Ms. Boroumand gave the panel an overview of ABF’s database, “Omid” (“hope” in Farsi), which chronicles ongoing human rights abuses in Iran and is the most extensive human rights library in Farsi available. Ms. Boroumand told the panel that within Iran “no national mechanism is able to safely and systematically investigate executions and allegations of human rights violations, documentation, reporting and advocacy.” This makes third party information gathering of human rights abuses in Iran crucial. “Transition from the current authoritarian state in Iran will be a reality sooner or later,” she said. “Both the Memorial and the human rights library, which contains multiple translated texts regarding the capital punishment, can bring to light the arbitrary and ineffective nature of the death penalty and engage the public.”

Nevertheless, there was considerable hope for the future. All of the panel experts agreed that unlike many other rogue states, the Iranian government is susceptible to international critique. In some cases, outcry from the international community has saved several individuals from execution, particularly children. Mr. Amiri-Moghaddam has data indicating that public executions decrease during times of international media attention, but spike again shortly after to reassert government control. For example, “After the contested presidential election of 2009, we witnessed a surge in the practice of public executions.” He believes international attention could curb this pattern by “increasing the cost of these executions by international attention” and that “when the world is watching Iran, you don’t see…executions…but before and after you [see many executions].”
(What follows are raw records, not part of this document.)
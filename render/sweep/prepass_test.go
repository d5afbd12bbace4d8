package sweep

import (
	"context"
	"math"
	"testing"

	"kerrscope/render/maps"
	"kerrscope/scene"
)

// A handful of extreme pixels (light from just outside the horizon, or a
// beamed spot 1000 times brighter) does not move the pooled pre-pass
// ranges at the default percentile, while the whole range (percentile 0)
// follows them: the redshift floor collapses to the extreme value.
func TestPrepassRobustToExtremePixels(t *testing.T) {
	const area = 0.09 // M² per pixel
	var gs, is []maps.Sample
	for i := 0; i < 20000; i++ {
		x := float64(i) / 19999
		gs = append(gs, maps.Sample{V: 0.45 + 0.8*x, W: area}) // g from 0.45 to 1.25
		is = append(is, maps.Sample{V: 1e-3 * (1 + 9*x), W: area})
	}
	extreme := func(gs, is []maps.Sample) ([]maps.Sample, []maps.Sample) {
		g, in := append([]maps.Sample(nil), gs...), append([]maps.Sample(nil), is...)
		for i := 0; i < 6; i++ {
			g = append(g, maps.Sample{V: 0.0064, W: area})
			in = append(in, maps.Sample{V: 10, W: area})
		}
		return g, in
	}
	pct := scene.DefaultSweepPercentile
	clean := prepassScales(maps.Scales{}, append([]maps.Sample(nil), gs...), append([]maps.Sample(nil), is...), 1, pct)
	g2, i2 := extreme(gs, is)
	dirty := prepassScales(maps.Scales{}, g2, i2, 1, pct)
	if clean != dirty {
		t.Errorf("6 extreme pixels of 20006 moved the scales: %+v → %+v", clean, dirty)
	}
	// The 0.5th percentile of g over 0.45…1.25 is 0.454, times 0.97 and
	// rounded down to two digits: 0.44; the 99.5th, 1.246 × 1.03 up: 1.3.
	if clean.GMin != 0.44 || clean.GMax != 1.3 {
		t.Errorf("g range %v–%v, want 0.44–1.3", clean.GMin, clean.GMax)
	}
	g3, i3 := extreme(gs, is)
	whole := prepassScales(maps.Scales{}, g3, i3, 1, 0)
	if want := roundSig(0.0064*0.97, false); whole.GMin != want || whole.IMax != 15 {
		t.Errorf("percentile 0: g min %v, intensity max %v; want %v and 15 (the extremes)", whole.GMin, whole.IMax, want)
	}
	// Fixed ends are kept.
	if got := prepassScales(maps.Scales{GMin: 0.2, IMax: 7}, g3, i3, 1, pct); got.GMin != 0.2 || got.IMax != 7 || got.GMax != 1.3 {
		t.Errorf("fixed ends: %+v", got)
	}
}

// The pre-pass of a real sweep uses the default percentile unless the
// scene gives one, and its redshift floor is then never below the floor
// of the whole range.
func TestPrepassPercentileOfScene(t *testing.T) {
	p := testPlan(t, t.TempDir(), []string{"spin=0.5:0.998:3"}, nil, maps.Scales{})
	if got := p.Percentile(); got != scene.DefaultSweepPercentile {
		t.Errorf("default percentile %v", got)
	}
	robust, err := p.chooseScales(context.Background())
	if err != nil {
		t.Fatal(err)
	}
	zero := 0.0
	q := testPlan(t, t.TempDir(), []string{"spin=0.5:0.998:3"}, func(s *scene.Scene) { s.Scales.Percentile = &zero }, maps.Scales{})
	whole, err := q.chooseScales(context.Background())
	if err != nil {
		t.Fatal(err)
	}
	if !(robust.GMin >= whole.GMin && robust.GMax <= whole.GMax && robust.IMax <= whole.IMax) || math.IsNaN(robust.GMin) {
		t.Errorf("percentile %v scales %+v reach beyond the whole range %+v", scene.DefaultSweepPercentile, robust, whole)
	}
	t.Logf("g %v–%v (whole range %v–%v)", robust.GMin, robust.GMax, whole.GMin, whole.GMax)
}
photo14There was wide consensus on the panel that the international community should ignore the regime’s criticism that universal human rights are insensitive to Iran’s cultural, religious, and historical contexts. Political figures are often elected under promises of increased personal freedoms, demonstrating that universal human rights exist within the Iranian zeitgeist. Ms. Boroumand believes that other human rights organizations should continue documenting the regime’s abuses, saying, “Highlighting the flaws of the judicial process in hundreds or thousands of cases strengthens the argument about the right to fair and impartial justice and leads ultimately to a crucial debate on capital punishment.”

The panel agreed that the international community should take action by closely monitoring funding to Iran through the United Nations Office of Drugs and Crime drug trafficking program. Mr. Shaheed stated that “all organizations and states that oppose Iran’s use of the death penalty should ensure that no funds intended for prevention are used for arrests as they may ultimately lead to executions.” Further, “the correct cause of action might be to limit support altogether until such time that all relative certainty can be established that funding will not be used contrary to UN and international rights norms.” Mr. Amiri-Moghaddam agreed, “The donor countries should say that as long as there is capital punishment for drug related charges that we will not cooperate with you.”